Foto mit freundlicher Genehmigung von Ilja Kagan – hier sein facebook-Profil (alle Rechte verbleiben bei Ilja Kagan)

Im Dezember, zu Chanukkah, beherbergte die Alte Synagoge Essen schon das Limmud-Festival und erlaubte es einen Tag lang, dass Jüdinnen und Juden sich zu Geschichte, Musik, Tradition, Politik, Gesellschaft, Literatur, Kunst und auch Religion austauschen, diskutieren und vielleicht auch ein wenig lernen. Am Abend zündete man gemeinsam die Chanukkah-Kerzen und nach langer Zeit schien wieder der Schein einer Chanukkiah aus diesem Gebäude heraus auf die Straße.

Jetzt, im März 2016, kam hier ein weiteres Lebenszeichen hinzu. Der Anlass war eine Tagung mit Leuten aus dem gesamten Bundesgebiet: Das Ernst Ludwig Ehrlich Studienwerk wählte Essen als Ort für ein Seminar am 2. und 3. März 2016 in Essen. Im Rahmen der Veranstaltung bot man dann auch ein Schacharit (Morgengebet) an. Im Hauptraum der Synagoge fand also am 2. März 2016 das erste Schacharit seit den Novemberpogromen 1938 statt. Das ist in mehrfacher Hinsicht bemerkenswert. Natürlich historisch, aber auch wenn man sich speziell die Geschichte der »Alten Synagoge« nach 1945 anschaut. Zunächst zweckentfremdet und furchtbar verunstaltet, dann schließlich »Dokumentationszentrum« mit Gedenkstättencharakter und seit einigen Jahren auch »Haus jüdischer Kultur« mit einer starken Öffnung auch in das Jüdische Ruhrgebiet hinein. Und dann noch die Tatsache, dass es da für zwei Tage das Angebot gab, zu einem Werktags-Schacharit zu gehen. Auch wenn nicht wenig Juden im Ruhrgebiet leben, ein Schachachrit an einem Werktag ist immer noch eine absolute Ausnahme (leider – in Dortmund gibt es das noch).

Der Tagungsort war also eine gute Wahl für diejenigen, die davon vor Ort hätten profitieren können – denn prinzipiell hätte jeder (Jude) am Schacharit teilnehmen können und speziell Studenten waren, insbesondere bei facebook, dazu eingeladen worden.

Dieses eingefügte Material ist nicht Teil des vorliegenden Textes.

import type { PreparedFooting } from '../stress/prepared-footing.js';
import type { StressMethod } from '../stress/footing.types.js';
import { settlementTimeCurve } from '../time-rate/settlement-time-curve.js';
import { timeForPrimaryShare } from '../time-rate/time-for-primary-share.js';
import { consolidatingLayersOf } from './consolidating-layers-of.js';
import type { SettlementModel } from './prepare-settlement-model.js';
import { settlementAtPoint } from './settlement-at-point.js';
import type { EvaluationPointLabel, FootingSettlementResult, PointSettlement, SettlementCheckOptions } from './settlement-check.types.js';

/** One footing of a prepared check. */
export interface FootingSettlementResultInput {
  readonly model: SettlementModel;
  readonly prepared: readonly PreparedFooting[];
  readonly ownIndex: number;
  readonly stressMethod: StressMethod;
  readonly includeNeighbours: boolean;
  readonly designLifeYears: number;
  readonly options: SettlementCheckOptions;
}

/**
 * Everything runSettlementCheck reports for one footing: settlements at the
 * centre (with per-sublayer rows) and, unless only the centre is asked for, at
 * the corners or their equivalents (EvaluationPointLabel); primary settlement per clay layer; the settlement–time
 * curve from Terzaghi's U(Tv) per layer on its own drainage path; the times to
 * 50 % and 90 % of primary settlement; and the total against the limit.
 *
 * @param input prepared model and footings, the footing's index, method, design life (years), options
 * @returns the footing's result, plain data
 * @throws RangeError when ownIndex names no footing
 * @example footingSettlementResult({ model, prepared, ownIndex: 0, stressMethod: 'boussinesq', includeNeighbours: true, designLifeYears: 50, options: {} }).totalM
 */
export function footingSettlementResult(input: FootingSettlementResultInput): FootingSettlementResult {
  const { model, prepared, ownIndex, stressMethod, includeNeighbours, designLifeYears, options } = input;
  const footing = prepared[ownIndex];
  if (footing === undefined) throw new RangeError('runSettlementCheck requires a consistent footing list');
  const at = (xM: number, yM: number, withSublayers: boolean) =>
    settlementAtPoint({ model, footings: prepared, ownIndex, xM, yM, method: stressMethod, includeNeighbours, designLifeYears, withSublayers });
  const centre = at(footing.xM, footing.yM, true);
  const corners = options.evaluationPoints === 'centre' ? [] : evaluationOffsets(footing);
  const points: PointSettlement[] = [
    { label: 'centre', xM: footing.xM, yM: footing.yM, immediateM: centre.immediateM, primaryM: centre.primaryM, secondaryM: centre.secondaryM, totalM: centre.totalM },
    ...corners.map(([label, dx, dy]) => {
      const point = at(footing.xM + dx, footing.yM + dy, false);
      return { label, xM: footing.xM + dx, yM: footing.yM + dy, immediateM: point.immediateM, primaryM: point.primaryM, secondaryM: point.secondaryM, totalM: point.totalM };
    }),
  ];
  const consolidating = consolidatingLayersOf(model, centre.primaryByLayer);
  const timeCurve = settlementTimeCurve(consolidating, centre.immediateM, options.timesYears).map((point) => ({ timeYears: point.timeYears, settlementM: point.settlementM }));
  const shareTime = (share: number) => (consolidating.length === 0 ? null : timeForPrimaryShare(consolidating, share).timeYears);
  return {
    id: footing.id,
    shape: footing.shape,
    xM: footing.xM,
    yM: footing.yM,
    widthM: footing.widthM,
    lengthM: footing.shape === 'rectangle' || footing.shape === 'square' ? footing.lengthM : null,
    depthM: footing.depthM,
    pressureBasis: footing.grossPressureKpa === undefined ? 'net' : 'gross',
    pressureKpa: footing.pressureKpa,
    grossPressureKpa: footing.grossPressureKpa ?? null,
    overburdenRemovedKpa: footing.overburdenRemovedKpa ?? null,
    loadKn: footing.shape === 'strip' ? null : footing.pressureKpa * planAreaM2(footing),
    loadKnPerM: footing.shape === 'strip' ? footing.pressureKpa * footing.widthM : null,
    immediateDepthFactor: footing.immediateDepthFactor ?? 1,
    immediateM: centre.immediateM,
    primaryM: centre.primaryM,
    secondaryM: centre.secondaryM,
    totalM: centre.totalM,
    points,
    sublayers: centre.sublayers,
    primaryByLayer: [...centre.primaryByLayer].map(([layerIndex, primarySettlementM]) => ({ layerIndex, primarySettlementM })),
    timeCurve,
    timeTo50PercentYears: shareTime(0.5),
    timeTo90PercentYears: shareTime(0.9),
    withinTotalLimit: options.totalSettlementLimitM === undefined ? null : centre.totalM <= options.totalSettlementLimitM,
  };
}

/** The points other than the centre, as offsets from it: see EvaluationPointLabel. */
function evaluationOffsets(footing: PreparedFooting): Array<[EvaluationPointLabel, number, number]> {
  const halfWidthM = footing.widthM / 2;
  if (footing.shape === 'strip') {
    return [
      ['edge-x-', -halfWidthM, 0],
      ['edge-x+', halfWidthM, 0],
    ];
  }
  if (footing.shape === 'circle') {
    return [
      ['edge-x-', -halfWidthM, 0],
      ['edge-x+', halfWidthM, 0],
      ['edge-y-', 0, -halfWidthM],
      ['edge-y+', 0, halfWidthM],
    ];
  }
  const halfLengthM = footing.lengthM / 2;
  return [
    ['corner-x-y-', -halfWidthM, -halfLengthM],
    ['corner-x+y-', halfWidthM, -halfLengthM],
    ['corner-x-y+', -halfWidthM, halfLengthM],
    ['corner-x+y+', halfWidthM, halfLengthM],
  ];
}

/** Plan area of a rectangle, square or circle, m². */
function planAreaM2(footing: PreparedFooting): number {
  return footing.shape === 'circle' ? (Math.PI * footing.widthM * footing.widthM) / 4 : footing.widthM * footing.lengthM;
}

Leider verpassten einige Ruhrgebietler diesen Meilenstein des jüdischen Ruhrgebiets, der, im Widerspruch zu seiner historischen Bedeutung (großes Wort) ganz leise daherkam. Rabbiner Shaul Friberg betete vor und unterbrach immer wieder ganz kurz für kleine Anmerkungen und Anweisungen. Die präsentierte er mit einem feinen Gespür für Humor und ohne gezwungene Lockerheit. Gerade für Einsteiger dürfte diese Herangehensweise einen guten Zugang zum Schacharit eröffnet haben.

Gerne wieder und häufiger! Es war großartig, dabei gewesen zu sein.
Möglicherweise belebt die Gründung des Hillel-Hubs Ruhrgebiet die Region noch etwas mehr.
Dazu muss man noch sagen: Der Zuzug von Chabad nach Essen war bisher kaum im Umfeld spürbar. Vielleicht, weil Chabad direkt in der Jüdischen Gemeinde Essen wirkt und deshalb nur eine eingeschränkte Ausstrahlung hat?

Schacharit im Hauptraum der Synagoge.  Foto mit freundlicher Genehmigung von Ilja Kagan - hier sein facebook-Profil

Schacharit im Hauptraum der Synagoge. Foto mit freundlicher Genehmigung von Ilja Kagan – hier sein facebook-Profil

Wer facebook hat, kann sich dort (hier klicken) ein ganzes Album von Ilja Kagan mit den Bildern anschauen.

Chajm

Chajm ist nicht nur Autor dieses Blogs und Bewohner des Ruhrgebiets, sondern auch Herausgeber von talmud.de und Organisator des Minchah-Schiurs im Ruhrgebiet. Einige seiner Artikel gibt es nicht nur im Internet, sondern beispielsweise auch in der Jüdischen Allgemeinen. Über die Kontaktseite kann man Chajm eine Nachricht senden. Chajms Buch »Badatz!« 44 Geschichten, 44 zu tiefe Einblicke in den jüdischen Alltag, gibt es im Buchhandel und bei amazon.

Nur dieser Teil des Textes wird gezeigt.